We all owe a significant debt to a large community of supporters whose contributions to our lives have been the bricks on the road to who we are now. Some of these impacts are massive, others edge us forward. Some come from the people who know us well others from random collisions. And some of our most important directional changes were at the hands people we'll never really meet. We become like the people we choose to connect with daily. Choose wisely.

The first book I encountered when I started ice climbing was "Climbing Ice" by Yvon Chouinard. There are two paragraphs at the start of chapter 10 that are the main reason I became an ice climber, industrial designer and impact entrepreneur. I've not yet met the man and only know him through what we writes and what other others have written about them. He's at the top of my must-meet list.

And now in the words of Yvon Chouinard...

The Challenge

We are Homo sapiens, the tool users. We earn the name by developing tools to increase our leverage on the world around us, and with this increased technological leverage comes a growing sense of power. This position of advantage which protects us from wild nature we call civilization. Our security increases as we apply more leverage, but along with it we notice a growing isolation from the earth. We crowd into cities which shut out the rhythms of the the planet–day break, high tide, wispy cirrus high overhead yelling storm tomorrow, moonrise, Orion going south for the winter. Perceptions dull and we come to accept of blunting of feeling in the shadow of security. Drunk with power, I find that I am out of my senses. I, tool man, long for immediacy of contact to brighten my senses again, to bring me nearer the world once more; in my security I have forgotten how to dance.

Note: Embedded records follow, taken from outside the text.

import { parseWithZod } from '@conform-to/zod/v4'
import { useEffect, useRef } from 'react'
import { data, Form, href, Link, useNavigation } from 'react-router'
import { z } from 'zod'
import type { Route } from './+types/api-keys'
import { authorize } from '#app/.server/context.ts'
import { db } from '#app/.server/db/client.ts'
import { createApiKey, listApiKeys, revokeApiKey } from '#app/.server/services/api-keys.ts'
import { redirectWithToast } from '#app/.server/toast.ts'
import { CopyButton } from '#app/components/copy-button.tsx'
import { FormErrors, inputClass } from '#app/components/forms.tsx'
import { GeneralErrorBoundary } from '#app/components/general-error-boundary.tsx'
import { Button } from '#app/components/ui/button.tsx'
import { EmptyState } from '#app/components/ui/empty-state.tsx'
import { ListTable } from '#app/components/ui/list-table.tsx'
import { PageHeader } from '#app/components/ui/page-header.tsx'
import { StatusBadge } from '#app/components/ui/status-badge.tsx'
import { formatUtc } from '#app/utils/misc.ts'
import { API_KEY_SCOPES, apiKeyScopesFor } from '#shared/authz/permissions.ts'

const ApiKeyActionSchema = z.discriminatedUnion('intent', [
	z.object({
		intent: z.literal('create'),
		name: z.string().trim().min(1, 'Give the key a name, e.g. "LIMS import"').max(100),
		scopes: z.array(z.enum(API_KEY_SCOPES)).min(1, 'Choose at least one scope'),
	}),
	z.object({ intent: z.literal('revoke'), keyId: z.uuid() }),
])

// Inside the signed-in layout. Its middleware refuses every POST from read-only accounts except here, where an
// inspector may create and revoke their own keys (ROUTE_POLICIES in app/.server/context.ts); apiKeyScopesFor()
// limits those keys to the read scope, and the service refuses anything wider.
export async function loader({ context }: Route.LoaderArgs) {
	const actor = authorize(context, 'api-key:manage')
	return { keys: await listApiKeys(db, actor.id), allowedScopes: apiKeyScopesFor(actor) }
}

export async function action({ request, context }: Route.ActionArgs) {
	const submission = parseWithZod(await request.formData(), { schema: ApiKeyActionSchema })
	if (submission.status !== 'success') return data({ result: submission.reply(), created: null }, { status: 400 })
	const actor = authorize(context, 'api-key:manage')
	const { value } = submission
	const now = new Date()
	if (value.intent === 'revoke') {
		const outcome = await revokeApiKey(db, { actor, keyId: value.keyId, now })
		if (!outcome.ok)
			return data(
				{ result: submission.reply({ formErrors: [outcome.error.message] }), created: null },
				{ status: outcome.error.status },
			)
		return redirectWithToast(href('/settings/api-keys'), { kind: 'success', title: 'API key revoked' })
	}
	const outcome = await createApiKey(db, { actor, name: value.name, scopes: value.scopes, now })
	if (!outcome.ok)
		return data(
			{ result: submission.reply({ formErrors: [outcome.error.message] }), created: null },
			{ status: outcome.error.status },
		)
	// The token is answered once, in this response, and never again: only its hash is stored.
	return data({
		result: submission.reply({ resetForm: true }),
		created: { name: value.name, token: outcome.value.token },
	})
}

export default function ApiKeys({ loaderData, actionData }: Route.ComponentProps) {
	const navigation = useNavigation()
	const errors = actionData?.result?.error ?? {}
	// Once a key is made, the form starts afresh: the name just used is not left there to be submitted twice.
	const createForm = useRef<HTMLFormElement>(null)
	const created = actionData?.created ?? null
	useEffect(() => {
		if (created) createForm.current?.reset()
	}, [created])
	return (
		<>
			<PageHeader
				title="API keys"
				description={
					<>
						Personal keys for scripts and instruments calling /api/v1 (see the{' '}
						<Link to={href('/api-docs')} className="text-accent underline-offset-4 hover:underline">
							API reference
						</Link>
						). A key acts as you, with your roles; its scopes can only narrow that. Revoke a key you no longer use.
					</>
				}
			/>
			{actionData?.created ? (
				<section
					role="status"
					aria-labelledby="new-key-heading"
					className="border-accent bg-accent-soft mb-6 rounded-lg border p-4"
				>
					<h2 id="new-key-heading" className="font-bold">
						Key “{actionData.created.name}” created
					</h2>
					<p className="mt-1 text-sm">Copy it now: it is shown only this once and cannot be recovered.</p>
					<div className="mt-2 flex flex-wrap items-center gap-3">
						<code
							data-testid="new-api-key"
							className="bg-sheet min-w-0 flex-1 rounded px-3 py-2 text-sm break-all select-all"
						>
							{actionData.created.token}
						</code>
						<CopyButton text={actionData.created.token} label="Copy key" />
					</div>
				</section>
			) : null}
			<FormErrors errors={errors[''] ?? undefined} />
			{loaderData.keys.length === 0 ? (
				<EmptyState title="You have no API keys yet">
					Create one below for each script or instrument, so that you can revoke one without stopping the others.
				</EmptyState>
			) : (
				<ListTable headers={['Name', 'Key', 'Scopes', 'Created', 'Last used', 'Status', '']}>
					{loaderData.keys.map((key) => (
						<tr key={key.id} className="border-rule border-b last:border-0" data-testid="api-key-row">
							<td className="px-3 py-2">{key.name}</td>
							<td className="px-3 py-2 font-mono text-xs">{key.prefix}…</td>
							<td className="px-3 py-2">{key.scopes.join(', ')}</td>
							<td className="px-3 py-2 tabular-nums">{formatUtc(key.createdAt)}</td>
							<td className="px-3 py-2 tabular-nums">{key.lastUsedAt ? formatUtc(key.lastUsedAt) : 'never'}</td>
							<td className="px-3 py-2">
								<StatusBadge tone={key.revokedAt ? 'neutral' : 'good'}>
									{key.revokedAt ? 'revoked' : 'active'}
								</StatusBadge>
							</td>
							<td className="px-3 py-2">
								{key.revokedAt ? null : (
									<Form method="post">
										<input type="hidden" name="intent" value="revoke" />
										<input type="hidden" name="keyId" value={key.id} />
										<Button type="submit" size="sm" variant="quiet">
											Revoke <span className="sr-only">{key.name}</span>
										</Button>
									</Form>
								)}
							</td>
						</tr>
					))}
				</ListTable>
			)}
			<Form
				ref={createForm}
				method="post"
				className="bg-sheet border-rule mt-6 max-w-xl space-y-4 rounded-lg border p-6"
			>
				<h2 className="text-lg font-bold">Create a key</h2>
				<input type="hidden" name="intent" value="create" />
				<div>
					<label htmlFor="api-key-name" className="mb-1 block text-sm font-medium">
						Name
					</label>
					<input
						id="api-key-name"
						name="name"
						className={inputClass}
						aria-invalid={errors.name ? true : undefined}
						aria-describedby={errors.name ? 'api-key-name-error' : undefined}
					/>
					{errors.name ? (
						<p id="api-key-name-error" className="text-danger mt-1 text-sm">
							{errors.name.join(' ')}
						</p>
					) : null}
				</div>
				<fieldset aria-describedby={errors.scopes ? 'api-key-scopes-error' : undefined}>
					<legend className="mb-1 text-sm font-medium">Scopes</legend>
					{loaderData.allowedScopes.map((scope) => (
						<label key={scope} className="mr-4 inline-flex items-center gap-2 text-sm">
							<input type="checkbox" name="scopes" value={scope} defaultChecked={scope === 'read'} />
							{scope === 'read' ? 'read (GET)' : 'write (upload spectra, run comparisons)'}
						</label>
					))}
					{errors.scopes ? (
						<p id="api-key-scopes-error" className="text-danger mt-1 text-sm">
							{errors.scopes.join(' ')}
						</p>
					) : null}
				</fieldset>
				<Button type="submit" disabled={navigation.state === 'submitting'}>
					Create key
				</Button>
			</Form>
		</>
	)
}

export function meta() {
	return [{ title: 'API keys · Bandproof' }]
}

export function ErrorBoundary() {
	return <GeneralErrorBoundary />
}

So in reaction, we set sail on the wide sea without motors in hopes of feeling the wind; we leave the Land Rover behind as we seek the desert to know the sun, searching for a remembered bright world. Paddling out again, we turn to ride the shore break landward, walking on the waves, the smell of wildflowers meeting us on the off-shore breeze. In the process we find not what our tools can do for us but what we are capable of feeling without them, of knowing directly. We learn how far unaided effort can take us into the improbable world. Choosing to play this game in the vertical dimensions of what is left of wild nature makes us climbers. Only from the extreme of comfort and leisure do we return willingly. Climbing is a symptom off post-industrial man.

Yvon Chouinard founded Patagonia, the Ventura-based maker of outdoor clothing. I think YC can lay a credible claim to inventing the concept of impact entrepreneurship and the impact venture: any leader and team building a business that not only does well financially but becomes a steward of the community and the environment: "there is no business to be done on a dead planet."

I'd add a fourth bottom line to the economic, ecological and social: the personal. YC taught me that a person who does not live life in a sustainable way will probably not do business in a sustainable way.